8-27 『長老』
クレイ教には基本的に入信や入会といった概念はない。
信者でなくとも利用できる恩恵があり、信者でなくとも教会には入れる。
ただ、それでもガチの人はいる。
心から神を信仰し、人生を教会に捧げ布教することを喜びとする人間もいる。
そしてこれから向かうのは、そんな人達が己の信仰心を再確認し、磨きをかけるための施設だ。

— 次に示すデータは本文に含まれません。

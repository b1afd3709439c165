// The one-stage model with sites and years through runAnalysis: the example spec runs on the
// demo network and carries the committee view; the split's shares add up; the text summary
// restates it; terms the data cannot identify are refused in the user's terms. The engine's
// numbers are checked against lme4 in test/engine/onestage/crossed/.
import { readFileSync } from 'node:fs';
import { describe, expect, it } from 'vitest';
import { runAnalysis } from '../../../src/api/analysis/runAnalysis.js';
import { networkFromTable } from '../../../src/api/analysis/networkFromTable.js';
import { analysisSpecSchema } from '../../../src/spec/analysisSpec.js';
import { generateDemoNetwork } from '../../../src/demo/generate.js';
import { DEMO_SITES, DEMO_YEARS } from '../../../src/demo/scenario.js';
import { formatAnalysisText } from '../../../src/report/text/formatAnalysisText.js';
import { ManyfieldError } from '../../../src/api/result.js';
import { tQuantile } from '../../../src/engine/stats/distributions.js';

const demo = networkFromTable(generateDemoNetwork().table, 'yield');

describe('one-stage model with sites and years, through runAnalysis', () => {
  it('the example spec examples/sites-over-years-one-stage.json runs on the demo network', () => {
    const example = analysisSpecSchema.parse(JSON.parse(readFileSync(new URL('../../../examples/sites-over-years-one-stage.json', import.meta.url), 'utf8')));
    const report = runAnalysis(demo, { ...example, oneStage: { ...example.oneStage!, lrt: false } });
    const o = report.oneStage!;
    expect(o.converged).toBe(true);
    expect(Object.keys(o.variance).sort()).toEqual(['block', 'residual', 'site', 'treatment-by-site', 'treatment-by-trial', 'treatment-by-year', 'trial', 'year']);
    const v = o.siteYearView!;
    expect(v.sites).toBe(DEMO_SITES.length);
    expect(v.years).toBe(DEMO_YEARS.length);
    expect(v.split.reduce((s, x) => s + (x.share ?? 0), 0)).toBeCloseTo(1, 12);
    expect(v.siteRepeatability).toBe(v.split[0].share);
    for (const c of v.contrasts) {
      const r = o.contrasts.find((x) => x.name === c.name)!;
      // the new-site-new-year interval is wider than the mean's own interval
      expect(c.newSiteNewYear!.lower).toBeLessThan(r.lower!);
      expect(c.newSiteNewYear!.upper).toBeGreaterThan(r.upper!);
      expect(c.nextYearAtSite).toHaveLength(DEMO_SITES.length);
      // by default the bootstrap (oneStage.prediction "bootstrap-tau2"), with the plug-in beside it
      const n = c.newSiteNewYear!;
      expect(n.method).toBe('bootstrap-pivot');
      expect(n.draws).toBe(1000);
      expect(n.seed).toBe(20190601);
      expect(n.probPositive).toBeGreaterThanOrEqual(0);
      expect(n.probAboveThreshold).toBeLessThanOrEqual(n.probPositive!);
      const newSiteHalf = (n.plugInT!.upper - n.plugInT!.lower) / 2;
      for (const s of c.nextYearAtSite) {
        expect(s.pastYears).toEqual([...DEMO_YEARS]);
        // both intervals on t(sites - 2) (1e-12 relative): a known site's interval is narrower
        // than a new site's here, as it carries no between-site variance
        const half = (s.upper - s.lower) / 2;
        expect(half / s.predictionSe).toBeCloseTo(newSiteHalf / c.newSiteNewYear!.sd, 12);
        expect(half).toBeLessThan(newSiteHalf);
      }
    }
    const text = formatAnalysisText({ ...report, provenance: { source: 'demo', dataFingerprint: '0'.repeat(64) } } as Parameters<typeof formatAnalysisText>[0]);
    expect(text).toMatch(/Is the response repeatable by site or seasonal\? \(one-stage, sites and years\)/);
    expect(text).toMatch(/Next year at each known site \(one-stage\)/);
    expect(text).toMatch(/rests on that site's past years only/);
    expect(text).toMatch(/treated_vs_control .* bootstrap-pivot /);
    expect(text).toMatch(/new site in a new year: parametric bootstrap of the studentised prediction error/);
  }, 600_000);

  it('oneStage.prediction "plug-in-t" gives the plug-in new-site-new-year interval and says so', () => {
    const example = analysisSpecSchema.parse(JSON.parse(readFileSync(new URL('../../../examples/sites-over-years-one-stage.json', import.meta.url), 'utf8')));
    const report = runAnalysis(demo, { ...example, twoStage: null, oneStage: { ...example.oneStage!, lrt: false, prediction: 'plug-in-t' } });
    for (const c of report.oneStage!.siteYearView!.contrasts) {
      const n = c.newSiteNewYear!;
      expect(n.method).toBe('plug-in-t');
      expect(n.draws).toBeNull();
      expect(n.lower).toBe(n.plugInT!.lower);
      // the fit's own plug-in interval: estimate ± t(sites - 2) sd (1e-12)
      expect(n.df).toBe(DEMO_SITES.length - 2);
      expect(Math.abs(n.upper - (c.estimate! + tQuantile(0.975, n.df) * n.sd))).toBeLessThan(1e-12);
    }
    expect(report.oneStage!.siteYearView!.method).toMatch(/^new site in a new year: estimate ± t\(sites - 2\).*\(plug-in-t\)/);
  }, 600_000);

  it('refuses site with trial when every site has one trial, and a year term with one year', () => {
    const oneYear = { ...demo, trials: demo.trials.filter((t) => t.year === 2024) };
    const spec = (random: string[]) => analysisSpecSchema.parse({ trait: 'yield', control: 'CTL', contrasts: [{ name: 'g', coefficients: { A2: 1, CTL: -1 } }], twoStage: null, oneStage: { random, lrt: false } });
    expect(() => runAnalysis(oneYear, spec(['site', 'trial']))).toThrow(ManyfieldError);
    expect(() => runAnalysis(oneYear, spec(['site', 'trial']))).toThrow(/"site" and "trial" cannot both be fitted: every site has one trial/);
    expect(() => runAnalysis(oneYear, spec(['trial', 'treatment-by-site']))).toThrow(/"treatment-by-site" cannot be told apart .* no site has more than one trial/);
    expect(() => runAnalysis(oneYear, spec(['trial', 'year']))).toThrow(/"year" needs trials in at least two years/);
    // refused when the spec is read, with the word to write (the message sits in the schema's JSON, quotes escaped)
    expect(() => spec(['trial', 'treatment:site'])).toThrow(/formula notation this spec does not accept; write \\"treatment-by-site\\"/);
  });
});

「にしてももの好きだよねぇ。あんなエセ宗教に人生懸けるなんてさ」
「成り立ちを知ってるシュウトからすればそうもしれないけどい今の時代の人はそんなこと知らないからねぇ〜。ねえ、どんなふうにクレイ教ができたのか教えてくれない?」
「残念。いくらヒナの頼みでもそれは無理だ。下手すると僕が死ぬからね」
「……へぇ」
「おっと、レイチェル、下手に突っついてくれるなよ。いざとなったらお前らも巻き込んでやるからな」
「怖いねぇ」
魂を見ればそれが本気かどうかは一発でわかるけど……いい加減覗き続けるのも失礼だしやめとこう。
いい加減ようやく使いこなせるようになって興奮していろいろ視てました、なんて言い訳も通じなくなってくる頃合いだしね。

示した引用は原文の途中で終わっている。